OLG Hamm sieht Wiederkäufer und wiederverkaufenden privaten Erstkäufer benachteiligt

Das Unterlassungsbegehren des Klägers war erfolgreich. Die infrage stehende AGB-Klausel verstoße, so das OLG Hamm, im geschäftlichen Verkehr gegenüber Verbrauchern gegen die Regelung des § 307 Abs. 1 Satz 1 BGB, weil sie den privaten Käufer unangemessen benachteilige. Das Abtretungsverbot behindere den Weiterverkauf des Verbrauchers, weil es die Gewährleistung gegenüber dem gewerblichen Erstverkäufer erschwere. Es benachteilige neben dem Wiederkäufer auch den wiederverkaufenden privaten Erstkäufer.

Erstkäufer würde auch bei von Anfang an mangelhafter Sache mit Gewährleistung belastet

Veräußere der Erstkäufer die Ware, ohne ihm zustehende Gewährleistungsansprüche gegen den Erstverkäufer abtreten zu können, werde er auch bei einer von Anfang an mangelbehafteten Sache mit einer Gewährleistung belastet, für die der gewerbliche Erstverkäufer verantwortlich sei. Das Interesse des Erstkäufers, in solchen Fällen nicht mit der Abwicklung einer möglichen Gewährleistung mit dem gewerblichen Erstverkäufer belastet zu werden, sei schützenswert.

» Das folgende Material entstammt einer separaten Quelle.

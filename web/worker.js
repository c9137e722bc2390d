// worker.js is the first thing that runs in a worker: it receives the compiled
// program, starts it, and hands it every text that comes after. Texts go out as
// they are; an object {dead: reason} says that the program has ended.
import "wasm_exec";

self.onmessage = async ({ data: module }) => {
  const waiting = []; // what comes before the program listens
  self.onmessage = ({ data }) => waiting.push(data);

  // The program calls this once, with the function that serves a text.
  self.brinefrontListen = (serve) => {
    const reply = (text) => self.postMessage(text);
    self.onmessage = ({ data }) => serve(data, reply);
    waiting.forEach((text) => serve(text, reply));
  };

  try {
    const go = new Go();
    await go.run(await WebAssembly.instantiate(module, go.importObject));
    self.postMessage({ dead: "The engine stopped by a fault of its own; the browser's console has its text." });
  } catch (fault) {
    self.postMessage({ dead: `The engine could not go on: ${fault.message}.` });
  }
};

Gewerblicher Erstverkäufer muss Gefahr der Konfrontation mit unbekannten Gewährleistungsgläubigern tragen

Das Interesse des gewerblichen Erstverkäufers, durch ein Abtretungsverbot der Gefahr entgegenzuwirken, dass ihm völlig unbekannte Dritte als Gewährleistungsgläubiger aufgezwungen werden, überwiege im Verkehr mit Verbrauchern nicht gegenüber den Käuferinteressen, meint das OLG Hamm. Die Gewährleistungshaftung werde in diesen Fällen nicht ausgedehnt, sondern lediglich verlagert. Im Internetversandhandel mit dem Verbraucher seien dem Versandhändler zudem seine Vertragspartner in der Regel nicht persönlich, sondern nur namentlich bekannt.